Conversations Lacking Human Nuance
Testers using Stanford’s Virtual Lab noted the system’s conversations can feel rigid. Agents speak in numbered lists, are unfailingly polite, and avoid arguments, missing the leaps of intuition or spontaneous sparks typical of real human discussions. Francisco Barriga, a cancer-genome researcher, said the AI team suggested exactly what he would have done when designing mouse experiments but found it lacked the creative back-and-forth of conversations with colleagues. Still, he saw its potential as a resource for students needing quick guidance.
Catherine Brownstein, a geneticist working on rare diseases, uses LLMs for efficiency and broader thinking but warns that expertise is needed to catch AI mistakes. In one case, she was surprised and humbled when the AI suggested involving patients in shaping research priorities, a reminder of her original passion for patient-centered research.
AI as a Catalyst, Not a Replacement
For MIT tissue engineer Ritu Raman, Google’s AI co-scientist helped her think outside her specialty, proposing experimental approaches she might not have considered on her own. The AI’s suggestions gave her confidence to pursue ideas beyond her immediate expertise, underscoring Raman’s observation: “The interpreter is just as important as the algorithm.”
Discussions over the novelty of AI-generated ideas continue. In one example, microbiologist José Penadés and his team found that Google’s AI proposed a hypothesis matching their unpublished conclusions, connecting research dots in a way Penadés considered successful.
Looking Ahead
These multi-agent systems are still emerging, with most tools not yet easily accessible for everyday lab use. But researchers expect rapid developments, including integration with robotic labs for automating experiments. FutureHouse, a startup, recently introduced an autonomous AI discovery system combining literature review with experiment design.

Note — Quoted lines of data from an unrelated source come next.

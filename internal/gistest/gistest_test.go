package gistest

import (
	"encoding/json"
	"os"
	"strings"
	"testing"
)

// A FeatureCollection of WGS 84 points with properties, as RFC 7946 writes
// it (the positions are invented): GDAL's GeoJSON driver must read it as
// three points in WGS 84 (EPSG:4326, longitude first: axis mapping 2,1)
// with one column per property and its type.
func TestOgrinfoReadsPoints(t *testing.T) {
	doc := map[string]any{
		"type": "FeatureCollection",
		"features": []map[string]any{
			point("W-1", -80.8637, 37.7763, 0.128, 1115.9, true),
			point("W-2", -80.8601, 37.7790, 0.0031, nil, false),
			point("MW-5", -80.8702, 37.7741, 0, nil, false),
		},
	}
	data, err := json.Marshal(doc)
	if err != nil {
		t.Fatal(err)
	}
	info := OgrinfoBytes(t, "receptors.geojson", data)
	if info.Driver != "GeoJSON" || len(info.Layers) != 1 || len(info.Warnings) != 0 {
		t.Fatalf("ogrinfo: %+v", info)
	}
	l := info.Layers[0]
	if l.Geometry != "Point" || l.FeatureCount != 3 || l.CRSName != "WGS 84" || l.CRSID != "EPSG:4326" ||
		l.AxisMapping != "2,1" || l.Extent != [4]float64{-80.8702, 37.7741, -80.8601, 37.7790} {
		t.Errorf("layer %+v; want 3 points in WGS 84 (EPSG:4326), axis mapping 2,1, longitude first", l)
	}
	want := map[string]string{"id": "String", "exact_t3650d_mg_L": "Real", "first_exceedance_time_d": "Real",
		"exceeds_screening_level": "Integer(Boolean)"}
	for name, typ := range want {
		if f, ok := l.Field(name); !ok || f.Type != typ {
			t.Errorf("field %s = %+v, %v; want type %s (fields %+v)", name, f, ok, typ, l.Fields)
		}
	}
}

func point(id string, lon, lat, c float64, first any, exceeds bool) map[string]any {
	return map[string]any{
		"type":     "Feature",
		"geometry": map[string]any{"type": "Point", "coordinates": []float64{lon, lat}},
		"properties": map[string]any{"id": id, "exact_t3650d_mg_L": c, "first_exceedance_time_d": first,
			"exceeds_screening_level": exceeds},
	}
}

// The helper reports, not hides, a document GDAL 3.6 does not recognise:
// "type" and "features" only after a foreign member of tens of kilobytes.
// Run (not Ogrinfo, which would fail the test) returns the error.
func TestOgrinfoRefusesLateMembers(t *testing.T) {
	requireOgrinfo(t)
	caveats := make([]map[string]string, 150)
	for i := range caveats {
		caveats[i] = map[string]string{"code": "receptor_upgradient_of_source", "message": strings.Repeat("x", 240)}
	}
	head, err := json.Marshal(map[string]any{"caveats": caveats})
	if err != nil {
		t.Fatal(err)
	}
	late := string(head[:len(head)-1]) + `,"type":"FeatureCollection","features":[` +
		`{"type":"Feature","geometry":{"type":"Point","coordinates":[-80.86,37.77]},"properties":{}}]}`
	path := t.TempDir() + "/late.geojson"
	if err := writeFile(path, late); err != nil {
		t.Fatal(err)
	}
	if info, err := Run(path); err == nil {
		t.Errorf("ogrinfo opened a GeoJSON whose members come after %d bytes: %+v", len(head), info)
	} else if !strings.Contains(err.Error(), "Unable to open") {
		t.Errorf("error %v; want ogrinfo's \"Unable to open datasource\"", err)
	}
	early := `{"type":"FeatureCollection","features":[` +
		`{"type":"Feature","geometry":{"type":"Point","coordinates":[-80.86,37.77]},"properties":{}}],` +
		string(head[1:])
	if err := writeFile(path, early); err != nil {
		t.Fatal(err)
	}
	if info, err := Run(path); err != nil || info.Layers[0].FeatureCount != 1 {
		t.Errorf("members first: %+v, %v; want one feature", info, err)
	}
}

// Parse reads a captured GDAL 3.6.2 report, including a layer without a
// CRS and a field whose name holds a colon.
func TestParse(t *testing.T) {
	out := "INFO: Open of `x.geojson'\n      using driver `GeoJSON' successful.\n\n" +
		"Layer name: outlines\nGeometry: Multi Polygon\nFeature Count: 12\n" +
		"Extent: (0.000000, 0.000000) - (1.000000, 1.000000)\nLayer SRS WKT:\n" +
		"PROJCRS[\"WGS 84 / UTM zone 17N\",\n    BASEGEOGCRS[\"WGS 84\",\n        ID[\"EPSG\",4326]],\n" +
		"    ID[\"EPSG\",32617]]\nData axis to CRS axis mapping: 1,2\n" +
		"level_mg_L: Real (0.0)\nnote: time: String (0.0)\ncount: Integer64 (0.0)\n" +
		"Layer name: bare\nGeometry: None\nFeature Count: 0\nLayer SRS WKT:\n(unknown)\n"
	info, err := Parse(out)
	if err != nil {
		t.Fatal(err)
	}
	if len(info.Layers) != 2 || info.Driver != "GeoJSON" {
		t.Fatalf("%+v", info)
	}
	a, b := info.Layers[0], info.Layers[1]
	if a.Name != "outlines" || a.Geometry != "Multi Polygon" || a.FeatureCount != 12 || !a.HasExtent ||
		a.Extent != [4]float64{0, 0, 1, 1} ||
		a.CRSName != "WGS 84 / UTM zone 17N" || a.CRSID != "EPSG:32617" || a.AxisMapping != "1,2" ||
		len(a.Fields) != 3 || a.Fields[1] != (Field{"note: time", "String"}) || a.Fields[2].Type != "Integer64" {
		t.Errorf("first layer %+v", a)
	}
	if b.Name != "bare" || b.Geometry != "None" || b.HasExtent || b.CRSName != "" || b.CRSID != "" || len(b.Fields) != 0 {
		t.Errorf("second layer %+v", b)
	}
	if _, err := Parse("FAILURE:\nUnable to open datasource `y'"); err == nil {
		t.Error("Parse of a failure report: no error")
	}
}

func writeFile(path, text string) error { return os.WriteFile(path, []byte(text), 0o600) }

Although some testers felt the AI conversations hinted at deeper reasoning, they agreed that LLMs should remain assistants rather than replacements for scientists. The adoption of AI tools into research seems inevitable, but opinions differ on whether their impact will be revolutionary or simply incremental.
As Peltz notes, the limiting factor may soon be funding rather than ideas: “Science will have no shortage of good hypotheses generated by AI. The real challenge will be finding the resources to test them all”.